Single by The Misunderstood
- B-side: "Who Do You Love?"
- Released: December 1966
- Recorded: 1966
- Studio: Philips (London)
- Genre: Psychedelic
- Label: Fontana (UK)
- Songwriter(s): Rick Brown, Tony Hill
- Producer(s): Dick Leahy

The Misunderstood singles chronology
| "You Don't Have to Go" (1966) | "I Can Take You to the Sun" (1966) | "Children of the Sun" (1968) |

= I Can Take You to the Sun =

1966 single by The Misunderstood

"I Can Take You To The Sun" is a song that was composed and recorded by The Misunderstood at Philips Studios in London in 1966. The song is considered a psychedelic music classic.

The single was released to critical acclaim but the band was forced to break up shortly thereafter when lead vocalist/harmonica player Rick Brown was drafted into the Vietnam War.

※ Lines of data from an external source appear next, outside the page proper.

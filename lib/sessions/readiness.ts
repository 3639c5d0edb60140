import 'server-only';
import { ballotItems, sampleComponents, samples, sessionPourers } from '@/db/schema';
import type { Db, Tx } from '@/db/client';
import { and, eq } from 'drizzle-orm';
import { factsOf } from '../methods/facts';
import type { SessionRow } from './find';

/** What still keeps a draft from being sealed, in words for the leader; empty when nothing does. */
export function listMissing(db: Tx | Db, session: SessionRow): string[] {
  const method = factsOf(session.method);
  const missing: string[] = [];
  const own = db.select().from(samples).where(and(eq(samples.sessionId, session.id), eq(samples.cellarId, session.cellarId))).all();
  const { min, max } = method.sampleCount;
  if (own.length < min || own.length > max) {
    missing.push(min === max ? `${method.name} takes ${min} samples; there ${own.length === 1 ? 'is 1' : `are ${own.length}`}.` : `${method.name} takes ${min} to ${max} samples; there ${own.length === 1 ? 'is 1' : `are ${own.length}`}.`);
  }
  for (const sample of own) {
    if (sample.isControl) continue;
    const parts = db.select().from(sampleComponents).where(eq(sampleComponents.sampleId, sample.id)).all();
    const total = parts.reduce((sum, part) => sum + part.share, 0);
    if (parts.length === 0) missing.push(`${sample.label} has no pull.`);
    else if (Math.abs(total - 1) > 1e-6) missing.push(`The parts of ${sample.label} add up to ${Math.round(total * 100)} %, not 100 %.`);
  }
  if (method.items?.from === 'chosen') {
    const { kind, min } = method.items;
    const lines = db.select().from(ballotItems).where(and(eq(ballotItems.sessionId, session.id), eq(ballotItems.kind, kind))).all();
    if (lines.length < min) missing.push(lines.length === 0 ? 'The ballot has no descriptor to ask for.' : `The ballot asks for ${min} descriptors at least; there is ${lines.length}.`);
  }
  return [...missing, ...missingPeople(db, session)];
}

function missingPeople(db: Tx | Db, session: SessionRow): string[] {
  const named = db.select().from(sessionPourers).where(eq(sessionPourers.sessionId, session.id)).all();
  if (session.coding === 'pourer') return named.length === 0 ? ['Nobody is named to pour: without a pourer nobody could read which bottle gets which code.'] : [];
  const missing: string[] = [];
  // In a set of glasses letters would tell which are alike, and so the answer.
  if (factsOf(session.method).glassesPerBlock !== null) missing.push(`${factsOf(session.method).name} can’t be coded in two steps: who marks the glasses of a set would see which are alike. Name a pourer who does not taste.`);
  if (!named.some(({ step }) => step === 'letters')) missing.push('Nobody is named to fill the lettered bottles.');
  if (!named.some(({ step }) => step === 'codes')) missing.push('Nobody is named to mark letters with codes.');
  return missing;
}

In a release of early BBC Top Gear shows, host John Peel introduced the song with the comment, "This is to my mind the best popular record that's ever been recorded". Peel would later rank the song as his number 3 song for 1966 in his "Peelennium" (Greatest Songs of the 20th Century) list.

Record Collector magazine, in a July 1999 article wrote, "The Misunderstood were a band of immense talent (...) Without apologies, the Misunderstood single stands (...) as one of the most powerful and best psychedelic singles ever released." "I Can Take You to the Sun" is mentioned in Record Collectors book "100 Greatest Psychedelic Records".